Crowd-Sourced Computing on the Web - Proof of Concept

Years ago services like [email protected] introduced us to crowd-sourcing computing cycles in order to analyze big data. Unfortunately, these programs require that you install some software on your computer and keep it running. Lately, I’ve been noodling over applying this same concept to the web, and I thought I’d share my thoughts.

When somebody is viewing a webpage, most of the time the browser is relatively idle, and probably their machine as well. For years now, modern browsers have implemented the Web Worker API, exposing a way to tap into those unused computer cycles. The missing step is connecting big data to those computing cycles, and possibly rewarding web surfers or site owners for the used cycles.

Article updated on April 5, 2013

If you are seeing the not supported error in your browser (after the first worker starts), try FireFox. It seems the latest WebKit treats the dataURI of a dynamically inserted JavaScript files differently than those included when the page loads.

How do it…

For starters we need a marketplace where somebody who has a lot of data to analyze can go to buy cycles. This is the hard part of the problem, and what I hope one of you might solve. The gist is that a large amount of segmentable data would be uploaded and a function for analyzing the segments.

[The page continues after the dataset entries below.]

/**
 * The exact hindsight optimum of one market (SPEC §4) on packed occurrences. Pure:
 * typed arrays in and out, the solver and the clock injected, so the same code runs
 * in this thread and in a worker.
 *
 * A market is first cut into time segments where no unit spans a gap (no pair
 * crosses a cut). Each segment's full allowed graph is built once (time sweep + grid,
 * see hindsight-graph.ts) and splits into connected components, solved independently.
 * Each component is first solved on a small candidate set (the k cheapest pairs of
 * each demand and of each supply); a pricing pass then computes the reduced cost
 * `c − u_d − v_s` of EVERY allowed pair under the solver's dual prices. The most
 * negative few of each demand join the candidates and the components they touch are
 * re-solved, warm from the previous prices, until no pair prices out. The final prices are then feasible for the LP over all allowed pairs and
 * their objective equals the primal cost (SPEC §5), which proves the optimum exact.
 *
 * Pairs costing at least P are never needed: with `u_d ≤ P` and `v_s ≤ 0` their
 * reduced cost is ≥ 0 under any certified prices, and swapping such a pair for an
 * unmatched demand never costs more. They stay in the graph for the match ceiling.
 */

import { maxCardinalityMatching, minVertexCover } from '../matching/cardinality.js';
import { checkCertificate } from '../matching/certificate.js';
import { pairflowError } from '../errors.js';
import type { SolveOptions, SolveResult, SparseInstance } from '../matching/types.js';
import type { PairflowConfig } from '../model.js';
import {
  buildCompactGraph,
  expandGraph,
  GraphStore,
  pairCostOf,
  type AllowedGraph,
  type CompactGraph,
  type PackedMarket,
} from './graph.js';

/** The per-market figures of the hindsight optimum. */
export interface HindsightMarketResult {
  market: string;
  /** Demand occurrences. */
  demandUnits: number;
  /** Supply occurrences. */
  supplyUnits: number;
  /** Σ matched pair costs + P · abandoned. */
  cost: number;
  matched: number;
  /** Demand occurrences left unmatched. */
  abandoned: number;
  /** Allowed pairs; every pricing round of their time segment prices each of them. */
  pairsPriced: number;
  /** Pairs in the final restricted solve (candidates plus the violators added). */
  pairsSolved: number;
  /** Pricing passes over all allowed pairs, the last one finding no violator (the most any time segment needed). */
  pricingRounds: number;
  /** Maximum-cardinality matching of the same allowed graph: no policy matches more. */
  ceiling: number;
  /** Wall time by the injected clock. */
  ms: number;
  /** Where that time went, by the same clock (summed over time segments). */
  phases: HindsightPhases;
  /** With the `cover` option: the units of a minimum vertex cover certifying `ceiling` (König). */
  cover?: HindsightCover;
}

/**
 * A minimum vertex cover of the allowed graph (König's theorem: as many units as the
 * match ceiling, and every allowed pair has one of them), as (t, a, b) triples per
 * unit: arrival time and place (lat/lon or x/y). The covered supply units are the
 * ones the demand that no policy could serve was competing for.
 */
export interface HindsightCover {
  /** (t, a, b) per covered demand occurrence. */
  demand: Float64Array;
  /** (t, a, b) per covered supply occurrence. */
  supply: Float64Array;
}

/** Wall time per phase of a market's hindsight solve, in ms. */
export interface HindsightPhases {
  /** Building the allowed graph (time sweep + grid). */
  graphMs: number;
  /** Connected components and the first candidate choice. */
  setupMs: number;
  /** The first restricted solve of every component. */
  firstSolveMs: number;
  /** Pricing passes over every allowed pair. */
  pricingMs: number;
  /** Re-solves after violators were added (warm starts and their certificate checks). */
  resolveMs: number;
  /** The match ceiling (Hopcroft–Karp). */
  ceilingMs: number;
}

/** Per-demand figures, in the market's occurrence order. */
export interface HindsightDemandCosts {
  /** Event time of each demand occurrence. */
  demandT: Float64Array;
  /** Its hindsight cost: the matched pair's cost, or P when unmatched. */
  demandCost: Float64Array;
  /** Minutes it waited for its supply in the hindsight optimum (`max(0, s.t − d.t)`); NaN when unmatched. */
  demandWait: Float64Array;
}

/** A sparse assignment solver with the contract of src/matching/types.ts. */
export type SparseSolver = (inst: SparseInstance, opts?: SolveOptions) => SolveResult;

/** Options of the hindsight solve of one market. */
export interface HindsightMarketOptions {
  /**
   * Candidate pairs per demand in the first restricted solve (its k cheapest). Any
   * k ≥ 1 gives the same optimum; a small k means more pricing rounds.
   * @default 12
   */
  candidatesPerDemand?: number;
  /**
   * Pairs added per demand in each pricing round: its most negative reduced costs.
   * @default 12
   */
  addPerRow?: number;
  /** Clock for `ms`. @default performance.now */
  now?: () => number;
  /** Also return the minimum vertex cover behind the match ceiling (one more pass over the pairs). @default false */
  cover?: boolean;
}

/** What the solve proves, for tests and reports: the graph, the final prices and assignment. */
export interface HindsightMarketDetail {
  graph: AllowedGraph;
  /** u per demand (length nDemand). */
  rowDuals: Float64Array;
  /** v per supply (length nSupply). */
  colDuals: Float64Array;
  /** Supply per demand, -1 when unmatched. */
  rowToCol: Int32Array;
  /** Component solves (all rounds). */
  solves: number;
  /** Warm re-solves whose prices failed the certificate and were redone cold. */
  warmRetries: number;
  /** Pricing decisions too close to call on the float32 cost, settled on the exact cost. */
  rechecks: number;
  /** Row pricings over all rounds (a row whose prices stood still is not priced again). */
  rowsPriced: number;
}

/** @default candidatesPerDemand */
export const DEFAULT_CANDIDATES_PER_DEMAND = 12;
/** @default addPerRow */
export const DEFAULT_ADD_PER_ROW = 12;

// A non-candidate pair prices out below this (relative to its cost): well under the
// certificate's 1e-9 yet above the rounding of duals built from sums of costs.
const PRICE_TOL = 1e-11;
// A float32 cost is within 2^-24 of the exact one (relative); twice that again covers
// the rounding of the reduced cost computed from it.
const F32_SLACK = 2 ** -22;

function find(parent: Int32Array, x: number): number {
  let r = x;
  while (parent[r]! !== r) r = parent[r]!;
  while (parent[x]! !== r) {
    const next = parent[x]!;
    parent[x] = r;
    x = next;
  }
  return r;
}

/**
 * Marks the k cheapest pairs (cost < `limit`) of every row and of every column: a
 * supply that is nobody's favourite still gets its best demands, so the first prices
 * are not blind to it.
 */
function markCheapest(g: CompactGraph, kAsked: number, limit: number, inCand: Uint8Array): void {
  const { nRows, nCols, rowPtr, colIdx, cost32: cost } = g;
  // No row or column has more pairs than the largest degree: a larger k buys nothing
  // but a per-column buffer of nCols · k.
  let maxDeg = 0;
  for (let r = 0; r < nRows; r++) maxDeg = Math.max(maxDeg, rowPtr[r + 1]! - rowPtr[r]!);
  const colDeg = new Int32Array(nCols);
  for (let e = 0; e < colIdx.length; e++) colDeg[colIdx[e]!]!++;
  for (let c = 0; c < nCols; c++) maxDeg = Math.max(maxDeg, colDeg[c]!);
  const k = Math.max(1, Math.min(kAsked, maxDeg));
  // Per-row (then per-column) best k by insertion into a small sorted buffer.
  const bestCost = new Float64Array(k);
  const bestEdge = new Int32Array(k);
  let n = 0;
  const offer = (e: number, c: number): void => {
    if (n === k && c >= bestCost[k - 1]!) return;
    let p = n < k ? n++ : k - 1;
    while (p > 0 && bestCost[p - 1]! > c) {
      bestCost[p] = bestCost[p - 1]!;
      bestEdge[p] = bestEdge[p - 1]!;
      p--;
    }
    bestCost[p] = c;
    bestEdge[p] = e;
  };
  for (let r = 0; r < nRows; r++) {
    n = 0;
    for (let e = rowPtr[r]!; e < rowPtr[r + 1]!; e++) if (cost[e]! < limit) offer(e, cost[e]!);
    for (let q = 0; q < n; q++) inCand[bestEdge[q]!] = 1;
  }
  // Per column, a best-k list of its own, filled in one pass over the pairs.
  const colCost = new Float64Array(nCols * k).fill(Infinity);
  const colEdge = new Int32Array(nCols * k).fill(-1);
  for (let e = 0; e < colIdx.length; e++) {
    const c = cost[e]!;
    if (!(c < limit)) continue;
    const base = colIdx[e]! * k;
    if (c >= colCost[base + k - 1]!) continue;
    let p = k - 1;
    while (p > 0 && colCost[base + p - 1]! > c) {
      colCost[base + p] = colCost[base + p - 1]!;
      colEdge[base + p] = colEdge[base + p - 1]!;
      p--;
    }
    colCost[base + p] = c;
    colEdge[base + p] = e;
  }
  for (let q = 0; q < colEdge.length; q++) if (colEdge[q]! >= 0) inCand[colEdge[q]!] = 1;
}

/** What one time segment of a market yields. */
interface SegmentResult {
  cost: number;
  matched: number;
  pairsPriced: number;
  pairsSolved: number;
  pricingRounds: number;
  ceiling: number;
  demandCost: Float64Array;
  demandWait: Float64Array;
  cover: HindsightCover | null;
  phases: HindsightPhases;
  solves: number;
  warmRetries: number;
  rechecks: number;
  rowsPriced: number;
  /** With `wantDetail`: the segment's graph and prices, rows in its demand order. */
  detail: HindsightMarketDetail | null;
}
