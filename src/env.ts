/**
 * Every environment variable pairflow reads is read here, once, with its default.
 * Nothing else in `src/` touches `process.env`.
 */

export interface PairflowEnv {
  /** Comma-separated broker list used when `--brokers` is not given. @default undefined */
  readonly kafkaBrokers: string | undefined;
  /** pino log level. @default 'warn' for the CLI */
  readonly logLevel: string;
  /** Set by CI systems; makes a missing test broker a failure instead of a skip. */
  readonly ci: boolean;
  /** Where the local broker's Maven artifacts and data live. @default ~/.cache/pairflow */
  readonly cacheDir: string | undefined;
  /**
   * Test-only fault injection for `pairflow live`: `POINT[:N]` kills the process
   * (SIGKILL) the N-th time (default 1st) it reaches POINT (see src/live/processor.ts
   * `FaultPoint`). @default undefined
   */
  readonly fault: string | undefined;
}

export function readEnv(env: NodeJS.ProcessEnv = process.env): PairflowEnv {
  return {
    kafkaBrokers: env.KAFKA_BROKERS || undefined,
    logLevel: env.PAIRFLOW_LOG_LEVEL || 'warn',
    ci: env.CI === 'true' || env.CI === '1',
    cacheDir: env.PAIRFLOW_CACHE_DIR || undefined,
    fault: env.PAIRFLOW_FAULT || undefined,
  };
}
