/**
 * The one registry of pairflow's error codes (`PAIRFLOW_ERR_<AREA>_<WHAT>`).
 *
 * Every error pairflow raises on purpose is built here, so that code, the CLI's exit
 * status and `docs/errors.md` agree. A test fails when this registry and the doc
 * disagree. Retired codes are never reused: move them to {@link RETIRED_CODES}.
 */

/** How the CLI maps an error to an exit status (SPEC §6): 2 usage or input, 1 anything else. */
export type ErrorKind = 'usage' | 'input' | 'runtime';

interface CodeSpec {
  readonly kind: ErrorKind;
  /** Message template; `{name}` placeholders are filled from the error's params. */
  readonly template: string;
  /** Whether retrying the same operation may succeed (I/O and broker errors). */
  readonly retriable?: boolean;
}

export const ERROR_CODES = {
  PAIRFLOW_ERR_CLI_USAGE: { kind: 'usage', template: '{detail}' },
  PAIRFLOW_ERR_CLI_OPTION: { kind: 'usage', template: 'option {option}: {detail}' },
  PAIRFLOW_ERR_CONFIG_INVALID: { kind: 'input', template: '{file}: {detail}' },
  PAIRFLOW_ERR_INPUT_NOT_FOUND: { kind: 'input', template: '{file}: no such file' },
  PAIRFLOW_ERR_INPUT_FORMAT: { kind: 'input', template: '{file}:{line}: {detail}' },
  PAIRFLOW_ERR_INPUT_EMPTY: { kind: 'input', template: '{file}: {detail}' },
  PAIRFLOW_ERR_INPUT_REJECT: { kind: 'input', template: '{file}:{line}: {detail}' },
  PAIRFLOW_ERR_INPUT_UNSUPPORTED: { kind: 'input', template: '{file}: {detail}' },
  PAIRFLOW_ERR_INPUT_UNREADABLE: { kind: 'input', template: '{file}: {detail}' },
  PAIRFLOW_ERR_INPUT_LIMIT: { kind: 'input', template: '{file}: {detail}' },
  PAIRFLOW_ERR_INPUT_NO_EVENTS: { kind: 'input', template: '{detail}' },
  PAIRFLOW_ERR_INPUT_TOO_MANY_REJECTS: { kind: 'input', template: '{detail}' },
  PAIRFLOW_ERR_SOLVER_INFEASIBLE: { kind: 'input', template: '{detail}' },
  PAIRFLOW_ERR_SOLVER_INPUT: { kind: 'input', template: '{detail}' },
  PAIRFLOW_ERR_KAFKA_CONNECT: { kind: 'runtime', template: 'cannot reach Kafka at {brokers}: {detail}', retriable: true },
  PAIRFLOW_ERR_KAFKA_BROKER_SETUP: { kind: 'runtime', template: '{detail}', retriable: true },
  PAIRFLOW_ERR_KAFKA_AVRO: { kind: 'input', template: '{where}: {detail}' },
  PAIRFLOW_ERR_KAFKA_TOPIC: { kind: 'input', template: 'topic {topic}: {detail}' },
  PAIRFLOW_ERR_KAFKA_TIMEOUT: { kind: 'runtime', template: 'gave up {what} after {ms} ms', retriable: true },
  PAIRFLOW_ERR_KAFKA_CONSUMER: { kind: 'runtime', template: 'the Kafka consumer stopped: {detail}', retriable: true },
  PAIRFLOW_ERR_OUTPUT_WRITE: { kind: 'runtime', template: '{file}: cannot write output: {detail}', retriable: true },
  PAIRFLOW_ERR_REPORT_INPUT: { kind: 'input', template: '{dir}: {detail}' },
  PAIRFLOW_ERR_STATE_INVALID: { kind: 'input', template: 'pool state of market {market}: {detail}' },
  PAIRFLOW_ERR_SETTINGS_INVALID: { kind: 'input', template: '{source}: {detail}' },
  PAIRFLOW_ERR_KAFKA_AUTH: { kind: 'runtime', template: 'Kafka at {brokers} refused the SASL {mechanism} login of user "{username}": {detail}' },
  PAIRFLOW_ERR_KAFKA_TLS: { kind: 'runtime', template: 'TLS connection to Kafka at {brokers} failed: {detail}' },
  PAIRFLOW_ERR_METRICS_LISTEN: { kind: 'runtime', template: 'cannot serve metrics on {host}:{port}: {detail}', retriable: true },
  PAIRFLOW_ERR_SHUTDOWN_TIMEOUT: { kind: 'runtime', template: 'shutdown did not finish within {graceMs} ms: {detail}' },
  PAIRFLOW_ERR_INTERNAL_BUG: { kind: 'runtime', template: '{detail}' },
} as const satisfies Record<string, CodeSpec>;

export type ErrorCode = keyof typeof ERROR_CODES;

/** Codes that existed once and must never be given a new meaning. */
export const RETIRED_CODES: readonly string[] = [];

export type ErrorParams = Record<string, string | number>;

function fill(template: string, params: ErrorParams): string {
  return template.replace(/\{(\w+)\}/g, (_, name: string) =>
    name in params ? String(params[name]) : `{${name}}`,
  );
}

/** Base class of every error pairflow raises on purpose. Tests assert on `code`. */
export class PairflowError extends Error {
  readonly code: ErrorCode;
  readonly kind: ErrorKind;
  readonly retriable: boolean;
  readonly params: ErrorParams;

  constructor(code: ErrorCode, params: ErrorParams, options?: { cause?: unknown }) {
    const spec: CodeSpec = ERROR_CODES[code];
    super(fill(spec.template, params), options);
    this.name = 'PairflowError';
    this.code = code;
    this.kind = spec.kind;
    this.retriable = spec.retriable ?? false;
    this.params = params;
  }
}

/**
 * Builds a {@link PairflowError}.
 * @example throw pairflowError('PAIRFLOW_ERR_INPUT_FORMAT', { file, line: 3, detail: 'expected a number' })
 */
export function pairflowError(code: ErrorCode, params: ErrorParams, cause?: unknown): PairflowError {
  return new PairflowError(code, params, cause === undefined ? undefined : { cause });
}

/** Exit status for an error (SPEC §6): 2 for usage or input errors, 1 for anything else. */
export function exitCodeFor(err: unknown): number {
  if (err instanceof PairflowError) return err.kind === 'runtime' ? 1 : 2;
  return 1;
}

Sites or users who have opted in to the marketplace include two JavaScript files. The first is the static code to manage the web workers and process data URIs:

(function() {
	var i = 1,
		failCount = 0,
		MAX_FAIL = 10;

	function fetchMoreData(sData) {
		if (! window.WebAnalyzerStop) {
			// fetch more data using JSONP
			var el = document.createElement('script');
			el.async = true;
			el.src = '{PATH_TO_DATA_URL}?data=' + encodeURIComponent(sData);
			document.body.appendChild(el);
		}
	}

	function WebAnalyzerProcessData(sDataUri) {
		try {
			var oWorker = new Worker(sDataUri);

			oWorker.onmessage = function(e) {
				// worker finished. data should be reported back to the server
				//	where it can be recorded and more data can be loaded for processing
				fetchMoreData(e.data);
			};

			oWorker.onerror = function() {
				// worker broke, probably should report somewhere,
				// 	but also get more data for crunching
				failCount++;

				// if something is seriously wrong, let's just stop
				if (MAX_FAIL > failCount) {
					fetchMoreData('');
				}
			};

			console.log("WebWorker " + i++ + " started!");
		}
		catch(e) {
			if (window.console) {
				console.log('WebWorkers are not fully supported by your browser');
			}
		}
	}

	// exposed globally so data loading JSONP requests can start new workers
	window.WebAnalyzerProcessData = WebAnalyzerProcessData;
}());

The second is would be a call to the marketplace server that would return a JavaScript dataURI, and call the WebAnalyzerProcessData function (this is a JSONP system with a known callback function name):

(function() {
    var WebAnalyzerDataUri = "data:text/javascript;charset=US-ASCII,var%20i%20%3D%20500000000%2C%20n%20%3D%200%2C%20dTime%20%3D%20(new%20Date()).getTime()%3Bwhile%20(0%20%3C%20i)%20%7Bn%20%2B%3D%20i%3Bi%20-%3D%201%3B%7DdTime%20%3D%20(new%20Date()).getTime()%20-%20dTime%3BpostMessage(%22Calculated%20%22%20%2B%20n%20%2B%20%22%20in%20%22%20%2B%20dTime%20%2B%20%22ms%22)%3B";

    if (window.WebAnalyzerProcessData) {
        window.WebAnalyzerProcessData(WebAnalyzerDataUri);
    }
}());

If you heard your fan kick on (it will after ~30 seconds), it is because I am demonstrating the system right now. The web worker is adding the numbers between 1 and 500000000, then calling the data URL again (this is a demo, so the data URL does the same thing, but ideally it would be dynamic).

How it works…

The static code manages creating web workers and fetching new data from the dynamic data URL (provided by the marketplace). We expose a global callback function WebAnalyzerProcessData that the dynamic data script can send dataURI encoded JavaScript too. Inside a try/catch block a new web worker is created from this dataURI and the message and error events are subscribed to. The try/catch block is used, because some older browsers do not yet support web workers and IE does not support dataURI blobs. Whether the worker finishes on an error or a message, we fetch a more data, stopping only when MAX_FAIL is reached or somebody sets window.WebAnalyzerStop = true;. Messages are passed to the marketplace using the data query parameter so the analysis can be recorded.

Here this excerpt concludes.